El 2 de noviembre fue un día triste. El cielo tenía el color de la plata empañada, y soplaba un viento frío del noroeste, trayendo copos de nieve tan sutiles que sólo podían sentirse, pero no verse. Los vaqueros se habían marchado, los corrales estaban vacíos. En las calles, los surcos se habían congelado y formaban unas irregularidades que casi destrozaban las enormes calesas que llegaban al pueblo en una corriente continua, llevando a los votantes de las afueras. Las tabernas estaban cerradas. La oficina del comisario, donde se recibían los votos, era el centro del ajetreo
Agatha eludía las ventanas y, aislada del mundo, se sentaba en el fondo del taller, iluminado por la lámpara. Trataba de no pensar en la decisión de los votantes en todo Kansas. Ni los cuatro hombres de al lado que cruzaban la calle acribillada de surcos hasta la acera opuesta para emitir sus votos, ni sus vecinas, que hasta en ese momento, bajo la punzante aguanieve, animaban a los votantes masculinos que pasaban a erradicar para siempre el alcohol.
Para muchos habitantes de Kansas fue una noche larga y agitada, y los de la planta alta de la Sombrerería Downing y del Gilded Cage Saloon no eran la excepción.
Nadie sabía en qué momento exacto del día siguiente se transmitirían las noticias por telégrafo. Violet había vuelto al trabajo, pero ni ella ni Agatha podían concentrarse. Cosieron poco, y hablaron menos. Lo que más hicieron fue mirar el reloj y escuchar el sonido desolado e isócrono del péndulo.

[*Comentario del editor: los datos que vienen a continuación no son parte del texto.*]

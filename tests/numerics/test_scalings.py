"""Bounds of the structured singular value of single matrices."""

from __future__ import annotations

import numpy as np
import pytest
from scipy.optimize import minimize_scalar

from linverify.numerics.scalings import from_above, from_below, scaled


def matrices(seed: int, number: int, m: int, spread: float = 1.0) -> np.ndarray:
    rng = np.random.default_rng(seed)
    plain = rng.normal(size=(number, m, m)) + 1j * rng.normal(size=(number, m, m))
    return plain * 10 ** rng.uniform(-spread, spread, (number, m, m))


@pytest.mark.parametrize("m", [1, 2, 3])
def test_bounds_meet_for_up_to_three_channels(m: int) -> None:
    """The bound from above is the value itself there (Packard & Doyle, Automatica 29(1), 1993)."""
    M = matrices(m, 200, m)
    above, D = from_above(M)
    below, _ = from_below(M, D)
    assert (below <= above * (1.0 + 1e-12)).all()
    assert (above <= below * (1.0 + 1e-7)).all()


@pytest.mark.parametrize("m", [4, 6])
def test_bounds_are_near_for_more(m: int) -> None:
    M = matrices(m, 40, m)
    above, D = from_above(M)
    below, _ = from_below(M, D)
    assert (below <= above * (1.0 + 1e-12)).all()
    assert (above <= below * 1.05).all()
    assert np.median(above / below) < 1.0 + 1e-6


def test_two_channels_against_a_search_of_one_number() -> None:
    M = matrices(7, 40, 2)
    above, _ = from_above(M)
    for one, found in zip(M, above, strict=True):

        def size(y: float, one: np.ndarray = one) -> float:
            return float(np.linalg.norm(one * np.exp(np.array([[0.0, -y], [y, 0.0]])), 2))

        best = minimize_scalar(size, bounds=(-8.0, 8.0), method="bounded", options={"xatol": 1e-10})
        assert found == pytest.approx(best.fun, rel=1e-7)


def test_the_scaling_gives_the_bound_and_the_phases_the_other() -> None:
    M = matrices(3, 20, 3)
    above, D = from_above(M)
    below, phases = from_below(M, D)
    assert D[:, 0] == pytest.approx(np.ones(20))
    assert np.linalg.norm(scaled(M, D), 2, axis=(1, 2)) == pytest.approx(above, rel=1e-12)
    turned = np.linalg.eigvals(M * np.exp(1j * phases)[:, np.newaxis, :])
    assert np.abs(turned).max(axis=1) == pytest.approx(below, rel=1e-12)


def test_known_values() -> None:
    """Diagonal: largest entry; [[0, a], [b, 0]]: sqrt(|a b|); triangle: its diagonal; rank one: sum of |u_i v_i|."""
    u, v = np.array([1.0, 2.0j, -0.5]), np.array([0.3, 1.0, 4.0j])
    M = np.array(
        [np.diag([1.0, -3.0, 2.0j]), np.outer(u, v), [[0, 4, 0], [9, 0, 0], [0, 0, 1]], np.zeros((3, 3))],
        dtype=np.complex128,
    )
    above, D = from_above(M)
    below, _ = from_below(M, D)
    exact = np.array([3.0, 0.3 + 2.0 + 2.0, 6.0, 0.0])
    assert above == pytest.approx(exact, rel=1e-9)
    assert below == pytest.approx(exact, rel=1e-9)
    triangle = np.array([[[1.0, 50.0], [0.0, 2.0]]], dtype=np.complex128)
    assert from_above(triangle)[0] == pytest.approx(2.0, rel=1e-4)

Cuando Scott abrió la puerta del frente, poco después de mediodía, Agatha estaba sentada ante su escritorio y Violet limpiaba los estantes de cristal de los exhibidores.

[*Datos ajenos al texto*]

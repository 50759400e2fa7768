"""Random transfer functions of several channels, and what they do by scans that share no code with the library."""

from __future__ import annotations

import numpy as np

from linverify.core.model import Array
from linverify.numerics.transfer import Transfer


def modes(rng: np.random.Generator, n: int, lightest: float, unstable: float = 0.0) -> Array:
    """A block diagonal A (n, n) with real poles and pairs; a share of them is unstable."""
    A = np.zeros((n, n))
    i = 0
    while i < n:
        side = 1.0 if rng.random() < unstable else -1.0
        size = 10 ** rng.uniform(-1.5, 2.0)
        if i + 1 < n and rng.random() < 0.7:
            damping = 10 ** rng.uniform(np.log10(lightest), 0.0)
            A[i : i + 2, i : i + 2] = size * np.array([[side * damping, 1.0], [-1.0, side * damping]])
            i += 2
        else:
            A[i, i] = side * size
            i += 1
    return A


def transfer(
    rng: np.random.Generator, n: int, k: int, m: int, lightest: float = 0.05, unstable: float = 0.0, feed: float = 0.0
) -> Transfer:
    """Random and badly scaled: states in mixed units, modes of very different size."""
    A = modes(rng, n, lightest, unstable)
    size = np.sqrt(np.abs(np.linalg.eigvals(A).real)[:, np.newaxis])  # no mode stands alone above all others
    B, C = size * rng.normal(size=(n, m)), (size * rng.normal(size=(n, k))).T
    units = 10 ** rng.uniform(-3.0, 3.0, n)
    return Transfer(
        A * units / units[:, np.newaxis], B / units[:, np.newaxis], C * units, feed * rng.normal(size=(k, m))
    )


def respond(one: Transfer, omega: Array) -> np.ndarray:
    """Responses (F, k, m) with the dead time."""
    s = 1j * omega if one.step is None else np.exp(1j * omega * one.step)
    shifted = s[:, np.newaxis, np.newaxis] * np.eye(len(one.A)) - one.A
    inner = np.linalg.solve(shifted, np.broadcast_to(one.B, (len(s), *one.B.shape)))
    return (one.C @ inner + one.D) * np.exp(-1j * omega * one.delay)[:, np.newaxis, np.newaxis]


def closed(loop: Transfer, factors: np.ndarray | None = None) -> np.ndarray:
    """Poles of u = -F y around a loop, F diagonal."""
    m = len(loop.D)
    F = np.diag(np.ones(m) if factors is None else factors)
    return np.linalg.eigvals(loop.A - loop.B @ F @ np.linalg.solve(np.eye(m) + loop.D @ F, loop.C))


def scan(poles: np.ndarray, low: float = 1e-4, high: float = 1e5, number: int = 2000) -> Array:
    """Frequencies between `low` and `high`, dense about every pole."""
    spread = np.concatenate([-np.geomspace(1e-2, 1e2, 40), [0.0], np.geomspace(1e-2, 1e2, 40)])
    near = np.abs(poles.imag[:, np.newaxis] + np.abs(poles.real)[:, np.newaxis] * spread)
    return np.unique(np.concatenate([np.geomspace(low, high, number), near.ravel()]))


def highest(of: object, omega: Array, poles: np.ndarray) -> float:
    """The largest value of `of`, a function of frequencies, on the scan and refined about its three largest points."""
    values = of(omega)  # type: ignore[operator]
    best = float(values.max())
    for start in np.argsort(-values)[:3]:
        where, width = omega[start], np.abs(1j * omega[start] - poles).min()
        for _ in range(10):
            grid = np.abs(np.linspace(where - width, where + width, 21))
            fine = of(grid)  # type: ignore[operator]
            where, width = grid[np.argmax(fine)], width / 4.0
            best = max(best, float(fine.max()))
    return best


def sigma(matrices: np.ndarray) -> Array:
    return np.linalg.svd(matrices, compute_uv=False)[:, 0]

Los ojos de Gandy hallaron a Agatha de inmediato. Luego, cerró la puerta con deliberada lentitud pero, recordando los buenos modales, saludó a Violet, que se incorporó.
– Buenos días, señorita Violet.
Por una vez, no lanzó sus risas tontas.
– Buenos días, señor Gandy.
Scott se dirigió hasta donde estaba Agatha silencioso, serio, con el sombrero en la mano como si estuviese en un velatorio.

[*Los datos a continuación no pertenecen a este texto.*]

"""Bounds against their definition: the binomial sum itself, in exact fractions."""

from __future__ import annotations

from fractions import Fraction
from math import comb

import pytest

from linverify.numerics.confidence import interval, lower_bound, upper_bound, wilks


def at_most(k: int, n: int, p: float) -> float:
    share = Fraction(p)
    return float(sum(comb(n, i) * share**i * (1 - share) ** (n - i) for i in range(k + 1)))


@pytest.mark.parametrize(("k", "n"), [(0, 59), (1, 93), (3, 300), (17, 40), (299, 300)])
def test_bounds_solve_the_binomial_equation(k: int, n: int) -> None:
    assert at_most(k, n, upper_bound(k, n, 0.95)) == pytest.approx(0.05, rel=1e-9)
    if k:
        assert 1 - at_most(k - 1, n, lower_bound(k, n, 0.95)) == pytest.approx(0.05, rel=1e-9)


def test_bounds_at_the_ends() -> None:
    assert upper_bound(7, 7, 0.95) == 1.0
    assert lower_bound(0, 7, 0.95) == 0.0
    assert interval(0, 20, 0.95)[1] == pytest.approx(1 - 0.025 ** (1 / 20), rel=1e-12)


def test_tighter_confidence_for_many_points_widens_the_bound() -> None:
    assert upper_bound(0, 300, 1 - 0.05 / 40) == pytest.approx(1 - (0.05 / 40) ** (1 / 300), rel=1e-12)


@pytest.mark.parametrize(("order", "sides"), [(1, 1), (1, 2), (2, 1), (3, 2)])
def test_wilks_is_the_smallest_number(order: int, sides: int) -> None:
    n = wilks(0.9, 0.95, order, sides)
    assert at_most(n - order * sides, n, 0.9) >= 0.95
    assert at_most(n - 1 - order * sides, n - 1, 0.9) < 0.95


@pytest.mark.parametrize("arguments", [(-1, 5, 0.9), (6, 5, 0.9), (0, 0, 0.9), (0, 5, 1.0), (0, 5, 0.0)])
def test_senseless_trials_are_refused(arguments: tuple[int, int, float]) -> None:
    with pytest.raises(ValueError, match=r"make sense|between 0 and 1"):
        upper_bound(*arguments)


@pytest.mark.parametrize("arguments", [(1.0, 0.9, 1, 1), (0.9, 0.0, 1, 1), (0.9, 0.9, 0, 1), (0.9, 0.9, 1, 3)])
def test_senseless_sample_sizes_are_refused(arguments: tuple[float, float, int, int]) -> None:
    with pytest.raises(ValueError, match=r"between 0 and 1|order must be"):
        wilks(*arguments)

Agatha sintió la piel tirante hasta en el cráneo, y le costó respirar. Levantó la vista al rostro solemne y preguntó, casi en un susurro:
– ¿Qué fue?
– Se aprobó -respondió, en voz baja pero firme.
Agatha ahogó una exclamación y se llevó los dedos a los labios.
– ¡Oh, no!
Sintió como si el cuerpo se hubiese vaciado de sangre.
– Kansas es estado seco.
– Pasó -repitió Violet, aunque ni el hombre ni la mujer junto al escritorio escucharon esa palabra.
Agatha palideció, y las miradas de ambos permanecieron unidas.
– Oh, Scott.
Sin darse cuenta, se inclinó hacia él apoyando la mano cerca del borde del escritorio.
Aunque la mirada de Scott se posó en la mano, en vez de tomarla tamborileó el ala del sombrero que tenía en la suya. Las miradas se encontraron otra vez, la de ella, acongojada, la de él, vacía de expresión.
– Tenemos que tomar alguna decisión con respecto a Willy.
Agatha tragó saliva, pero sintió como si tuviese un corcho en la garganta. Trató de decir que sí, pero no pudo.
Los ojos carentes de expresión se fijaron en los de Agatha:
– ¿Pensaste en ello?
No pudo soportar discutir fríamente una situación que desgarraría el corazón de uno de los dos. Se tapó la boca y volvió la cara hacia la pared, tratando de controlar las lágrimas que se le agolpaban en los ojos. La garganta se le contrajo en espasmos.
Scott tampoco pudo soportar verla, y apartó la mirada, con el corazón martilleando tan dolorosamente como sabía que estaría el de ella.